Im Norden der Bahamas liegt die Sea of Abaco. Eine Kette von Inseln schützt sie vor dem offenen Atlantik. Sie sind unser Ziel auf diesem Entdeckungstörn mit Charterkatamaran

Mit der Havanna in der Hand blickt Ernie hinaus auf den Atlantik. Die Brandung am Riff ist der Abschiedsgruß des letzten Hurricane der Saison. Der Sturm hat die Bahamas erst vor wenigen Tagen überquert. Ernie ist gestern zurückgekehrt. Eigentlich heißt er Dwight und lebt in Austin. Doch sein Spitzname stammt von hier. Auf einer der legendären Partys auf dieser Insel hat er ihn von seinen Freunden bekommen. Das war Ende der Neunziger: „Die fanden, dass ich wie Hemingway aussah.“ Und tatsächlich: die hohen Augenbrauen, der volle, inzwischen silbrig gefleckte Bart, die Zigarre. „Schreibst du auch?“, frage ich. „Um Himmels willen“, antwortet er grinsend und tippt auf sein Smartphone: „Nur Fotos.“ Ich verstehe: Der alte Mann, Instagram und das Meer.

Ernie ist nicht der Einzige, den es immer wieder zu Nipper’s Beach Bar & Grill zieht, wenn er im Norden der Bahamas ist. Die Location hoch oben auf den Dünen von Great Guana Cay ist weit über die Insel hinaus bekannt. Hier strahlt die ganze Farbenpracht der Karibik um die Wette, nicht zuletzt das tropische Gelb in den Gläsern: Nipper Juice, so begehrt, dass die Gäste Thermosflaschen mitbringen, um sie in bester Piratenmanier bis zum Rand mit diesem „Saft“ abfüllen zu lassen. Der hat es in sich. Schließlich will niemand trockenfallen, wenn es nach dem Feiern zurück an Bord geht.

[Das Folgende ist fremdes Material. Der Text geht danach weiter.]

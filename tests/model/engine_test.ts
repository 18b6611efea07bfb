import assert from "node:assert/strict";
import { countSpectrum, expectedSpectrum, pairEngineData } from "../../src/model/mod.ts";
import type { PairEngineData } from "../../src/transport/mod.ts";
import { runSeries } from "../../src/run/mod.ts";
import { assertClose } from "../support/assert_close.ts";
import { flatMetal, type FlatMetalChanges } from "../support/flat_metal.ts";
import { integrate } from "../support/integrate.ts";
import { sumOf } from "../support/tally_mean.ts";

/** Slope and intercept of the straight line through points, by least squares. */
function straightLine(points: readonly (readonly [number, number])[]): { slope: number; intercept: number } {
  const n = points.length;
  const meanX = points.reduce((sum, [x]) => sum + x, 0) / n;
  const meanY = points.reduce((sum, [, y]) => sum + y, 0) / n;
  const slope = points.reduce((sum, [x, y]) => sum + (x - meanX) * (y - meanY), 0) /
    points.reduce((sum, [x]) => sum + (x - meanX) ** 2, 0);
  return { slope, intercept: meanY - slope * meanX };
}

/**
 * Probability that an electron of the flat metal leaves unscattered, 1/2 [(1 - mu_c) - (1/aL) ln((1 + aL)/(1 + aL mu_c))]
 * with mu_c^2 = (W + bottom)/(E + bottom) and aL = 1/10: C. Berglund, W. Spicer, Phys. Rev. 136, A1030 (1964).
 */
function escapeProbability(energyEv: number): number {
  const edge = Math.sqrt(14.5 / (energyEv + 10));
  return 0.5 * ((1 - edge) - 10 * Math.log((1 + 0.1) / (1 + 0.1 * edge)));
}

Deno.test("pairEngineData() spreads the unscattered electrons of a flat metal as the volume model says", () => {
  // Final energies 0..h nu = 10 eV are equally likely.
  const { direct, stack: { grid } } = pairEngineData(flatMetal());
  assert.equal(grid.stepEv, 0.02);
  for (const bin of [225, 226, 240, 300, 400, 499]) {
    const exact = integrate(escapeProbability, [bin * 0.02, (bin + 1) * 0.02], 10) / 10;
    assertClose(direct[bin], exact, { relative: 2e-4 }, `bin ${bin}`);
  }
  assertClose(sumOf(direct), integrate(escapeProbability, [4.5, 10]) / 10, { relative: 2e-4 }, "all");
});

/** Electrons per absorbed photon at T = 0, for light a given energy above the work function of 4.5 eV. */
function yieldAbove(excessEv: number): { direct: number; scattered: number; photonEnergyEv: number } {
  const photonEnergyEv = 4.5 + excessEv;
  const engine = pairEngineData(flatMetal({ photonEnergyEv, energyStepEv: 0.005 }));
  const tally = runSeries(engine, 1, 2);
  const scattered = tally.groups.reduce((sum, group) => sum + sumOf(group.forced), 0) / tally.histories;
  return { direct: sumOf(engine.direct), scattered, photonEnergyEv };
}

Deno.test("pairEngineData() follows the threshold law of the volume model: sqrt(yield) linear in h nu - W", () => {
  // Closed form to lowest order from the escape probability above: 1 - mu_c = (E - W)/(2 V0), so the yield is
  // aL/(1 + aL) (h nu - W)^2/(8 V0 h nu) with aL = 1/10, V0 = W + bottom = 14.5 eV. The next order is a few percent.
  const points = [0.05, 0.1, 0.15, 0.2].map((excessEv) => ({ excessEv, ...yieldAbove(excessEv) }));
  for (const { excessEv, direct, scattered, photonEnergyEv } of points) {
    const exact = (0.1 / 1.1) * excessEv ** 2 / (8 * 14.5 * photonEnergyEv);
    assertClose(direct, exact, { relative: 0.1 * excessEv + 2e-3 }, `${excessEv} eV above`);
    assert.ok(scattered < 0.01 * direct, "next to nothing comes out after a collision");
  }
  const threshold = (f: (y: number) => number): number => {
    const { slope, intercept } = straightLine(points.map((p) => [p.photonEnergyEv, f(p.direct)]));
    return -intercept / slope;
  };
  assertClose(threshold(Math.sqrt), 4.5, { absolute: 3e-3 }, "threshold");
  assert.ok(Math.abs(threshold((y) => y) - 4.5) > 0.03, "a straight line through the yield itself misses W");
  assert.ok(Math.abs(threshold(Math.cbrt) - 4.5) > 0.03, "and so does one through its cube root");
});

/** Everything that a metal lets out, by energy bin and in units of electrons per photon. */
function allElectrons(engine: PairEngineData, batches = 20): Float64Array[] {
  const tally = runSeries(engine, 9, batches);
  const perPhoton = (key: "forced" | "analogue"): Float64Array =>
    engine.direct.map((_, bin) =>
      tally.groups.reduce((sum, group) => sum + group[key][bin], 0) / tally.histories
    );
  return [engine.direct, perPhoton("forced"), perPhoton("analogue")];
}

Deno.test("pairEngineData() and runSeries() let nothing out above h nu - W at T = 0", () => {
  const engine = pairEngineData(flatMetal());
  assert.ok(engine.direct[499] > 0, "up to the limit of 10 eV there are electrons");
  for (const electrons of allElectrons(engine)) {
    assert.ok(sumOf(electrons, 225, 500) > 0);
    assert.equal(sumOf(electrons, 500), 0, "above 10 eV there are none");
    assert.equal(sumOf(electrons, 0, 225), 0, "nor below the vacuum level at 4.5 eV");
  }
});

Deno.test("pairEngineData() and runSeries() let out above h nu - W what the Fermi-Dirac function says, kT by kT", () => {
  const [direct, forced] = allElectrons(pairEngineData(flatMetal({ temperatureK: 300 })));
  const kT = 0.02585199979;
  const filled = (energyEv: number): number => 1 / (1 + Math.exp((energyEv - 10) / kT));
  for (let bin = 490; bin < 510; bin++) {
    const [low, high] = [bin * 0.02, (bin + 1) * 0.02];
    const exact = integrate((energyEv) => filled(energyEv) * escapeProbability(energyEv), [low, high], 10) /
      10;
    // Final states that heat has filled at the Fermi level, kT ln 2 of 10 eV, change the norm by 0.2 %.
    assertClose(direct[bin], exact, { relative: 3e-3 }, `${low}..${high} eV`);
  }
  assert.ok(sumOf(direct, 516) < Math.exp(-12) * sumOf(direct), "12 kT above");
  assert.ok(sumOf(forced, 505) < 0.1 * sumOf(direct, 505), "collisions do not lift electrons");
});

Deno.test("pairEngineData() and runSeries() let out nothing below threshold at T = 0 at any intensity", () => {
  for (
    const [workFunctionEv, photonEnergyEv] of [[4.5, 4.5], [4.5, 3], [4.51, 4.505], [4.517, 4.516999], [
      4.5,
      0.3,
    ]]
  ) {
    for (const absorbedPhotonsPerS of [1, 1e20]) {
      const metal = flatMetal({ workFunctionEv, photonEnergyEv, absorbedPhotonsPerS, biasV: -5 });
      const engine = pairEngineData(metal);
      assert.ok(engine.source !== null, "photons are absorbed");
      for (const electrons of allElectrons(engine, 2)) assert.equal(sumOf(electrons), 0);
      const spectrum = expectedSpectrum(metal, engine, runSeries(engine, 1, 2));
      assert.equal(sumOf(spectrum.counts), 0);
      assert.equal(sumOf(countSpectrum(spectrum, 1)), 0);
    }
  }
});

Deno.test("pairEngineData() lets out the thermal tail below threshold in a warm metal", () => {
  const yieldAt = (temperatureK: number): number =>
    sumOf(pairEngineData(flatMetal({ photonEnergyEv: 4.4, temperatureK, energyStepEv: 0.005 })).direct);
  // R. Fowler, Phys. Rev. 38, 45 (1931): yield proportional to T^2 f(mu), f(mu) = e^mu - e^(2 mu)/4 + ..., with
  // mu = -0.1 eV/kT = -3.868 and -1.934; f from the series, five terms.
  const fowler = (mu: number): number =>
    [1, 2, 3, 4, 5].reduce((sum, n) => sum - (-Math.exp(mu)) ** n / n ** 2, 0);
  const kT = 0.02585199979;
  const expected = 4 * fowler(-0.05 / kT) / fowler(-0.1 / kT);
  // The escape probability is linear above W only to lowest order: 0.4 % at kT.
  assertClose(
    yieldAt(600) / yieldAt(300),
    expected,
    { relative: 0.01 },
    "yield at 600 K over yield at 300 K",
  );
});

/** Width of the spectrum outside at T = 0, from the first to the last bin that lets electrons out. */
function maxKineticEnergyEv(changes: FlatMetalChanges): number {
  const { direct, stack: { grid } } = pairEngineData(
    flatMetal({ ...changes, biasV: -5, energyStepEv: 0.01 }),
  );
  const first = direct.findIndex((value) => value > 0);
  return (direct.findLastIndex((value) => value > 0) + 1 - first) * grid.stepEv;
}

Deno.test("the highest kinetic energy against photon energy is a line of slope 1 and intercept -W", () => {
  // A. Einstein, Ann. Phys. 17, 132 (1905).
  for (const workFunctionEv of [4.5, 3.7]) {
    const { slope, intercept } = straightLine(
      [5.003, 6.21, 8, 9.517, 12].map((photonEnergyEv) => [
        photonEnergyEv,
        maxKineticEnergyEv({ workFunctionEv, photonEnergyEv }),
      ]),
    );
    assertClose(slope, 1, { absolute: 3e-3 }, "slope");
    assertClose(intercept, -workFunctionEv, { absolute: 0.02 }, "intercept");
  }
});

/** Recorded energy at which the topmost edge has half its height. */
function recordedFermiEdgeEv(changes: FlatMetalChanges & { readonly photonEnergyEv: number }): number {
  const about = changes.photonEnergyEv - 4.4 + 6;
  const metal = flatMetal({
    ...changes,
    analyzerWorkFunctionEv: 4.4,
    biasV: -6,
    resolutionFwhmEv: 0.03,
    energyStepEv: 0.01,
    acquisition: {
      startEv: about - 0.1,
      endEv: about + 0.1,
      stepEv: 0.001,
      dwellS: 1,
      sweeps: 1,
      darkRateCountsPerS: 0,
      deadTimeS: 0,
    },
  });
  const engine = pairEngineData(metal);
  const { counts, kineticEnergiesEv } = expectedSpectrum(metal, engine, runSeries(engine, 1, 2));
  const half = 0.5 * counts[40];
  const below = counts.findLastIndex((value) => value > half);
  const share = (counts[below] - half) / (counts[below] - counts[below + 1]);
  return kineticEnergiesEv[below] + 0.001 * share;
}

Deno.test("the recorded Fermi edge against photon energy is a line of slope 1 and intercept -W_A - e U, whatever W", () => {
  // Sample and analyzer share a Fermi level: the contact potential, not W, decides (R. Millikan, Phys. Rev. 7, 355 (1916)).
  for (const workFunctionEv of [4.5, 3.7]) {
    const { slope, intercept } = straightLine(
      [5.5, 6.21, 8, 9.52].map((photonEnergyEv) => [
        photonEnergyEv,
        recordedFermiEdgeEv({ photonEnergyEv, workFunctionEv }),
      ]),
    );
    assertClose(slope, 1, { absolute: 2e-4 }, "slope");
    assertClose(intercept, -4.4 + 6, { absolute: 2e-3 }, "intercept");
  }
});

Wir sind nicht so vorbereitet – doch das ist auch ganz gut so. Denn schließlich haben wir noch einiges vor. Unser Landfall hier steht ganz am Anfang unseres Chartertörns durch die Abacos, jene Inseln im Norden der Bahamas, zu denen auch Great Guana Cay gehört. Sollen wir trotzdem mal nippen? „Don’t worry about a thing“, flötet Bob Marley von der Bar. Na, wenn das so ist: Cheers!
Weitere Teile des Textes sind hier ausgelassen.